■ **EXERCISE REQUIREMENTS**: Filter these entries, keeping only lines that hold the word "countsText".

■ **Collected data entries**:
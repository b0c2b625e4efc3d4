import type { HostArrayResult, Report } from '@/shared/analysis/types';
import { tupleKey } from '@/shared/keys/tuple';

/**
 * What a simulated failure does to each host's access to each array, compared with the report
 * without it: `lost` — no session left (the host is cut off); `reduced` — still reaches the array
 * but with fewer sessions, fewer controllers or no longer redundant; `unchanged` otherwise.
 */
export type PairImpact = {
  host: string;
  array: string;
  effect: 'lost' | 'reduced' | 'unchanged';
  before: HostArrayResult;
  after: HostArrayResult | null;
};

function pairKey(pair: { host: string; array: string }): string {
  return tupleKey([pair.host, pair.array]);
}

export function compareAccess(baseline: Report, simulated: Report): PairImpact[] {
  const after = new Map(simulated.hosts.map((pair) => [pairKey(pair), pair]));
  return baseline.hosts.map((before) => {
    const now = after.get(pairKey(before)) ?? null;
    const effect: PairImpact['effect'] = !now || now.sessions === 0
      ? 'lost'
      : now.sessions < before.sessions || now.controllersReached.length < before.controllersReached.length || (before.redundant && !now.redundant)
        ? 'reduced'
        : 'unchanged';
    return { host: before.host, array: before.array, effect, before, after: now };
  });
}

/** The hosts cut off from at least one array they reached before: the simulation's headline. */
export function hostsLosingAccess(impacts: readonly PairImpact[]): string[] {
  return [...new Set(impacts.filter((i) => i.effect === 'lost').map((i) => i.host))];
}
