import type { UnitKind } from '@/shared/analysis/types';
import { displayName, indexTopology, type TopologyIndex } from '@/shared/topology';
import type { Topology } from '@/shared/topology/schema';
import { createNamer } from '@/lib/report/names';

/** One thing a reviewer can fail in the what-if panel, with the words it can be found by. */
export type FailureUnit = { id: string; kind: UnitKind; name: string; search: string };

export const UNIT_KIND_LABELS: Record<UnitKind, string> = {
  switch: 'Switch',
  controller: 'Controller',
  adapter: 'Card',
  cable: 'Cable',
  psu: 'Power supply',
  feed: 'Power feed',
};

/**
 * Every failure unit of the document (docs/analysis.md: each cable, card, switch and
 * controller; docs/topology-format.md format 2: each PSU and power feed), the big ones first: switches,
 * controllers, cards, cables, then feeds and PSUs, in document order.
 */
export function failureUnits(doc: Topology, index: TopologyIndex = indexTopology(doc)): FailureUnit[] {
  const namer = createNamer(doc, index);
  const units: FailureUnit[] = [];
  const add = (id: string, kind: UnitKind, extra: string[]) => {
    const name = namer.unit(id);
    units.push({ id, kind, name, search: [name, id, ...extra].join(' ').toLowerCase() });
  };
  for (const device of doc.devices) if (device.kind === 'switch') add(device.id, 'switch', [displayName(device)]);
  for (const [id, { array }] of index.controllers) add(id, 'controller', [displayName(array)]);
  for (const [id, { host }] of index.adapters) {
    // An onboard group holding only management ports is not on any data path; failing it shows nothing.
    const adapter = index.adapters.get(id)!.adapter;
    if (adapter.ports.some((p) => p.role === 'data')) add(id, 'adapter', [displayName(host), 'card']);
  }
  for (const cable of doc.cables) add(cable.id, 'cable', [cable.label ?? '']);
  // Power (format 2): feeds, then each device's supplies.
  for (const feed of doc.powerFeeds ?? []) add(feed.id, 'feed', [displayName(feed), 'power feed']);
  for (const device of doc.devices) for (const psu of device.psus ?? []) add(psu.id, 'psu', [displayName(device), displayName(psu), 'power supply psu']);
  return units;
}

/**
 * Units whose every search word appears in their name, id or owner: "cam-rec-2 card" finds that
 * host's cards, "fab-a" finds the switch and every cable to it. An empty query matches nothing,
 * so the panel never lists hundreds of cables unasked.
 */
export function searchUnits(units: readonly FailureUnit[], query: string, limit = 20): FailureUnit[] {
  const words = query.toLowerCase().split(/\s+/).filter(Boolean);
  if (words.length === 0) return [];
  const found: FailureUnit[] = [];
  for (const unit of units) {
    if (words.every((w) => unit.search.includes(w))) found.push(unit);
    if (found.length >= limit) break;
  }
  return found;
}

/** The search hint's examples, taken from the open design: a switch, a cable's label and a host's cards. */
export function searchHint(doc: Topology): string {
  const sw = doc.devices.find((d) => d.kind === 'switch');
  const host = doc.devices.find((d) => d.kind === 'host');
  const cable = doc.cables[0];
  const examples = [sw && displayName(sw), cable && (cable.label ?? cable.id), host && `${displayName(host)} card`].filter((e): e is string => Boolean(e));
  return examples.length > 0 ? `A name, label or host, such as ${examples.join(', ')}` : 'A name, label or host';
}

---

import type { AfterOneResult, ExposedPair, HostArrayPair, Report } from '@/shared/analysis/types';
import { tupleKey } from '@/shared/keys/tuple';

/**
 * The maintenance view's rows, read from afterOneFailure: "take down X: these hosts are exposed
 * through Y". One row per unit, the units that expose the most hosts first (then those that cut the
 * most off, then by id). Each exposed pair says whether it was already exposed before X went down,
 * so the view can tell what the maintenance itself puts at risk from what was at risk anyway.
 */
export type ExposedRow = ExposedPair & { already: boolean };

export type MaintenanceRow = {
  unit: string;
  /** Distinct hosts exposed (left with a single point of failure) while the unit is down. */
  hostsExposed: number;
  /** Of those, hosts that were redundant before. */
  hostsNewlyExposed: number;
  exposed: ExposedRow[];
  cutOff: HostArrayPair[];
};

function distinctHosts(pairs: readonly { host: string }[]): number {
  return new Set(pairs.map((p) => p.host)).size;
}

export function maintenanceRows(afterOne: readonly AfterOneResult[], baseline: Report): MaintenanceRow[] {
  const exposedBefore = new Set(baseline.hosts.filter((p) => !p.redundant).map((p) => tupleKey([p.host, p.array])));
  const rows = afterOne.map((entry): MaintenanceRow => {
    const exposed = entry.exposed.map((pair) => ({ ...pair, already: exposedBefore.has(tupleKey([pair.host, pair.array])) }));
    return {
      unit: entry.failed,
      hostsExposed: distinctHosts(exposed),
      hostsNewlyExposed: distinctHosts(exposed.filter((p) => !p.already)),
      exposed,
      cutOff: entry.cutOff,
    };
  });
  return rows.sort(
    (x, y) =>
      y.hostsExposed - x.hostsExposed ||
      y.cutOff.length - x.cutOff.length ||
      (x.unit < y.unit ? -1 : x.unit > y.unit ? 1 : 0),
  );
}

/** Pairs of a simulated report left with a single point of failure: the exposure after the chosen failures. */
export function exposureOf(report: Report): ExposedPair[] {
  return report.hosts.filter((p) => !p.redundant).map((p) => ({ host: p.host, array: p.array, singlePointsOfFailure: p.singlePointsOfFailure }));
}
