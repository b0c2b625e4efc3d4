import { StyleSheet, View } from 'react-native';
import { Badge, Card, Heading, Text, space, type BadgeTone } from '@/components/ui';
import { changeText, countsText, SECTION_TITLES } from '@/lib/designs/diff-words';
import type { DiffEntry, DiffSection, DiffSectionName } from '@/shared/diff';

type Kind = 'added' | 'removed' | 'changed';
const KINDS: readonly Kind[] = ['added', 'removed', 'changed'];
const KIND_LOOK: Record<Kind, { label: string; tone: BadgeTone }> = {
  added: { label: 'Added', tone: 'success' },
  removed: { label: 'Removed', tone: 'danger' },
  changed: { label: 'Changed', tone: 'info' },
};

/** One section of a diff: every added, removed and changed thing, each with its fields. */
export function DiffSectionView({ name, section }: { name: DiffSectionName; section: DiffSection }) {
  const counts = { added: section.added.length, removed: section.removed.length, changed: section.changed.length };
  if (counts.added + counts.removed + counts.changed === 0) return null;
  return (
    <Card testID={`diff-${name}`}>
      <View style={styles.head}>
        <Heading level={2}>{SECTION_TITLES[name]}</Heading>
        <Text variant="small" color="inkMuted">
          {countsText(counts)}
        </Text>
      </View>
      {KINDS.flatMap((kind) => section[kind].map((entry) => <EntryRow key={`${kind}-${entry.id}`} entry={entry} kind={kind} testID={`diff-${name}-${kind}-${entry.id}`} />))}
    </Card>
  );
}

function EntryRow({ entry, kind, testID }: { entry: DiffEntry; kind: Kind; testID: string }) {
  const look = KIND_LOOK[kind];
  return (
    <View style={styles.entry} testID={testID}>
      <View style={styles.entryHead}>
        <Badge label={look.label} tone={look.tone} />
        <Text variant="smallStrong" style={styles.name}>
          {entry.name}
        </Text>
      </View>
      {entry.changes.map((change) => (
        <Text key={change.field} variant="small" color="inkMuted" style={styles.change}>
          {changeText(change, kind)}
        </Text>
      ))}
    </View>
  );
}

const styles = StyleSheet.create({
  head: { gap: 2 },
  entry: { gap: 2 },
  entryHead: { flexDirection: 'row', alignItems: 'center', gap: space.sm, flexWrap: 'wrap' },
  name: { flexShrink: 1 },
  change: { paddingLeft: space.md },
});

* * *

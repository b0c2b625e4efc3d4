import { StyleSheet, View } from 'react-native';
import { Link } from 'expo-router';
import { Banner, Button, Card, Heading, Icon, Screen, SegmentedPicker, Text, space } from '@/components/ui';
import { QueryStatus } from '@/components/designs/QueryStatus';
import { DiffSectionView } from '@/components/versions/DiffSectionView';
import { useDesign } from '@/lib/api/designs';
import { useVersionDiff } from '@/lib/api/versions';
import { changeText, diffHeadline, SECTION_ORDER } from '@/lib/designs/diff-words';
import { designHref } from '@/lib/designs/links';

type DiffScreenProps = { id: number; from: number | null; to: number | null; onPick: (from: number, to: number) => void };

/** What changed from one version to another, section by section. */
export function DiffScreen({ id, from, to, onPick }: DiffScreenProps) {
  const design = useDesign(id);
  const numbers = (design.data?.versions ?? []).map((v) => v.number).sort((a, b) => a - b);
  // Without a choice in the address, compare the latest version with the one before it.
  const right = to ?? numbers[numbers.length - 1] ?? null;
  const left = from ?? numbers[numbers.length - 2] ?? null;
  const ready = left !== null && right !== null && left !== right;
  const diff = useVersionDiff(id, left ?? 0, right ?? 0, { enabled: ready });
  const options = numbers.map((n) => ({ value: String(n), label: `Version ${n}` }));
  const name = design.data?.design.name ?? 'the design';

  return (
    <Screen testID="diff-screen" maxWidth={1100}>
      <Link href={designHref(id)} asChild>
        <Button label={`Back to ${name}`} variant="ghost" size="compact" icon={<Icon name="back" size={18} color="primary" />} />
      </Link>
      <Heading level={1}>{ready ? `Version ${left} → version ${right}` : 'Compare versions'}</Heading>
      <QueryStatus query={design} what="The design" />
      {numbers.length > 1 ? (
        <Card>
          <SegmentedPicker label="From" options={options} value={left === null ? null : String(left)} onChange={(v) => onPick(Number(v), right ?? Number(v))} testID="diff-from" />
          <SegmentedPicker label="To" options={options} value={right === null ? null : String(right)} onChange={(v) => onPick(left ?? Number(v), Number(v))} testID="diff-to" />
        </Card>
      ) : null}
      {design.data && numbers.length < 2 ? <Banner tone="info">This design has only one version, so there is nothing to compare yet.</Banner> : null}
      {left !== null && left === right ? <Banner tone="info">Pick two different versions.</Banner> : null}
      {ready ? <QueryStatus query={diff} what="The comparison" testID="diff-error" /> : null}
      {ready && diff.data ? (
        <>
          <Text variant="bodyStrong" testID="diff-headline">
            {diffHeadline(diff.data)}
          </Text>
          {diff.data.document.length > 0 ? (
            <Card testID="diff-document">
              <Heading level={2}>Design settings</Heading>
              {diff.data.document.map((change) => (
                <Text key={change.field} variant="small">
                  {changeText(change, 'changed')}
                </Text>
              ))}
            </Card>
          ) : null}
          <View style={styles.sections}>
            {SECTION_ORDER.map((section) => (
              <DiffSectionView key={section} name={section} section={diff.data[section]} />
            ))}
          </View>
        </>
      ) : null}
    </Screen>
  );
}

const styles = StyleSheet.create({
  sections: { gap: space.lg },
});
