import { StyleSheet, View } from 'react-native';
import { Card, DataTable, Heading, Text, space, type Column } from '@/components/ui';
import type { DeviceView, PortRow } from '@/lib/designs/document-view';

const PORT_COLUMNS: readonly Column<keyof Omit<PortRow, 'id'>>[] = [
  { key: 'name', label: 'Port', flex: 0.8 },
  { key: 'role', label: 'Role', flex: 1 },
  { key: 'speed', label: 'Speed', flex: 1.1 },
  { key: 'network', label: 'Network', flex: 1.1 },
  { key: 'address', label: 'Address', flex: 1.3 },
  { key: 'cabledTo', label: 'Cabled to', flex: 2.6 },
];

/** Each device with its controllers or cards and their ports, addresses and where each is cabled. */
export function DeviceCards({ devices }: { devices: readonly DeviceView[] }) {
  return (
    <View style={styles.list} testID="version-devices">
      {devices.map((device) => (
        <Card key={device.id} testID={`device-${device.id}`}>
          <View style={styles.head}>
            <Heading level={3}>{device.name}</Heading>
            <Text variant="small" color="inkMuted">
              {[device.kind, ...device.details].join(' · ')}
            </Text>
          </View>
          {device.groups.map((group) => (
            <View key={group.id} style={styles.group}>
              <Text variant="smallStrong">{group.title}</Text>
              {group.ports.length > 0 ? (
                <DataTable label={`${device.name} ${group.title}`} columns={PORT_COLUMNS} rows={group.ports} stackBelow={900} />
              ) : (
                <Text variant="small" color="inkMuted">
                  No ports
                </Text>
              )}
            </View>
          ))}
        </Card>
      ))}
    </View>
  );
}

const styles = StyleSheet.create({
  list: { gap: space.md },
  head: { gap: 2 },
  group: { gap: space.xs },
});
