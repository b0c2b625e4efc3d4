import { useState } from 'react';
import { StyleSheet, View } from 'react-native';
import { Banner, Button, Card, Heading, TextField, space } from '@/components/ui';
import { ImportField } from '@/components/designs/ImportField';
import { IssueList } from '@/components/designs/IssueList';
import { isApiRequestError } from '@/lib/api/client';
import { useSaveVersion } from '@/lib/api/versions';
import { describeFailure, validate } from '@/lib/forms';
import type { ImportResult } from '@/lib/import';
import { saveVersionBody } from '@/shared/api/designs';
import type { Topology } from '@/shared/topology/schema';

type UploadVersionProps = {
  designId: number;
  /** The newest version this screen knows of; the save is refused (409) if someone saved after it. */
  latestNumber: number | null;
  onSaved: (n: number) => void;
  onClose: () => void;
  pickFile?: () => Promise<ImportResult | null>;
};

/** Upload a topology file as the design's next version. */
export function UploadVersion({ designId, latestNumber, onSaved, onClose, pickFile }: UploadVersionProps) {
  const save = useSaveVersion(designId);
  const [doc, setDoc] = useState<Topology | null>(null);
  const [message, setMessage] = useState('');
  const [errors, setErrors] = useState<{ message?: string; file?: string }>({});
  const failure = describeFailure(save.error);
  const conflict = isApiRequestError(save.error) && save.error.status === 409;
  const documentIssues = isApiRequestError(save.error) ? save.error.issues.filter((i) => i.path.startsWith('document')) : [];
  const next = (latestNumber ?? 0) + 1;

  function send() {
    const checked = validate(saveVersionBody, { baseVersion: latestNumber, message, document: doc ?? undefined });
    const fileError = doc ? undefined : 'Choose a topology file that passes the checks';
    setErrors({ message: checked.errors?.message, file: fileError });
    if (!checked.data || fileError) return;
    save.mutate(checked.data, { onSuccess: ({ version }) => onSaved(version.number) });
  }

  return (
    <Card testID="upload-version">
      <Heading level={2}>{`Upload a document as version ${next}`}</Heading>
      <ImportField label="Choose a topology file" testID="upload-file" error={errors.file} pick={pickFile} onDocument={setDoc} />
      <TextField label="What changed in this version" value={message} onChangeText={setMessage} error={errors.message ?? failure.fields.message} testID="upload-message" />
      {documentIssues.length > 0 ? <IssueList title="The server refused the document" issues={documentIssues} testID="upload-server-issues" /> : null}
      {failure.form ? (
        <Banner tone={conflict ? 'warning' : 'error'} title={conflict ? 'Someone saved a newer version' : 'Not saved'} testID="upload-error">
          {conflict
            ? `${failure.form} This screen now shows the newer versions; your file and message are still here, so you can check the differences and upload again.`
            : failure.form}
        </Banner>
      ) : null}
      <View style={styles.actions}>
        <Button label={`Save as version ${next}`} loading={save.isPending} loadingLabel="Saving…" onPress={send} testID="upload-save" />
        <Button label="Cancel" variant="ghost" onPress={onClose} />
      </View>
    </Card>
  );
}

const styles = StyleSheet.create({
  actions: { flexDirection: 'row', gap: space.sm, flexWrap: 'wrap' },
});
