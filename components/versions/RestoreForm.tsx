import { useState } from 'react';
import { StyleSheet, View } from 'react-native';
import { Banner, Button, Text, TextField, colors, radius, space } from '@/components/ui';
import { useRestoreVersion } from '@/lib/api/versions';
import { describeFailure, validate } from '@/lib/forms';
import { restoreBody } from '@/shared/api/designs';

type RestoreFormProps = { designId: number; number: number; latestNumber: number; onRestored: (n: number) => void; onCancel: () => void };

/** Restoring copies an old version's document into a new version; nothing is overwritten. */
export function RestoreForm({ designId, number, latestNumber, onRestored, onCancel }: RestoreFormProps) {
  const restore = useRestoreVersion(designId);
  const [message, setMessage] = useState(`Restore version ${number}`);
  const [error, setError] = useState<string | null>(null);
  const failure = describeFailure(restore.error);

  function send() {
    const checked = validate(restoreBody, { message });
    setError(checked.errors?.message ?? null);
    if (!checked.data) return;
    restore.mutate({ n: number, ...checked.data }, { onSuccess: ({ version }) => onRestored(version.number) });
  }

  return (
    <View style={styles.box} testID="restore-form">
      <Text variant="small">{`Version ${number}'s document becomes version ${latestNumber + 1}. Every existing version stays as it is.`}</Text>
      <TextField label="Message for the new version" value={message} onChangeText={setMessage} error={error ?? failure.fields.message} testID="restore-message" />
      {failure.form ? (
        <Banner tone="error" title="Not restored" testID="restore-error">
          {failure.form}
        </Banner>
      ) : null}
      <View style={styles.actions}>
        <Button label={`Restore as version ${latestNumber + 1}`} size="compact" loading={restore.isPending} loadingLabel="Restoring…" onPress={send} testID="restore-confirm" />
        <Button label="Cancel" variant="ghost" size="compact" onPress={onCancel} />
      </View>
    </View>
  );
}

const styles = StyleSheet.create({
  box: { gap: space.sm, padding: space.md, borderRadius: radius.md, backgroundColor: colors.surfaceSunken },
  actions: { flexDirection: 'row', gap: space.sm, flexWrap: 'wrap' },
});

■ **RESULT OF THE TASK**:
import { changeText, countsText, SECTION_TITLES } from '@/lib/designs/diff-words';
          {countsText(counts)}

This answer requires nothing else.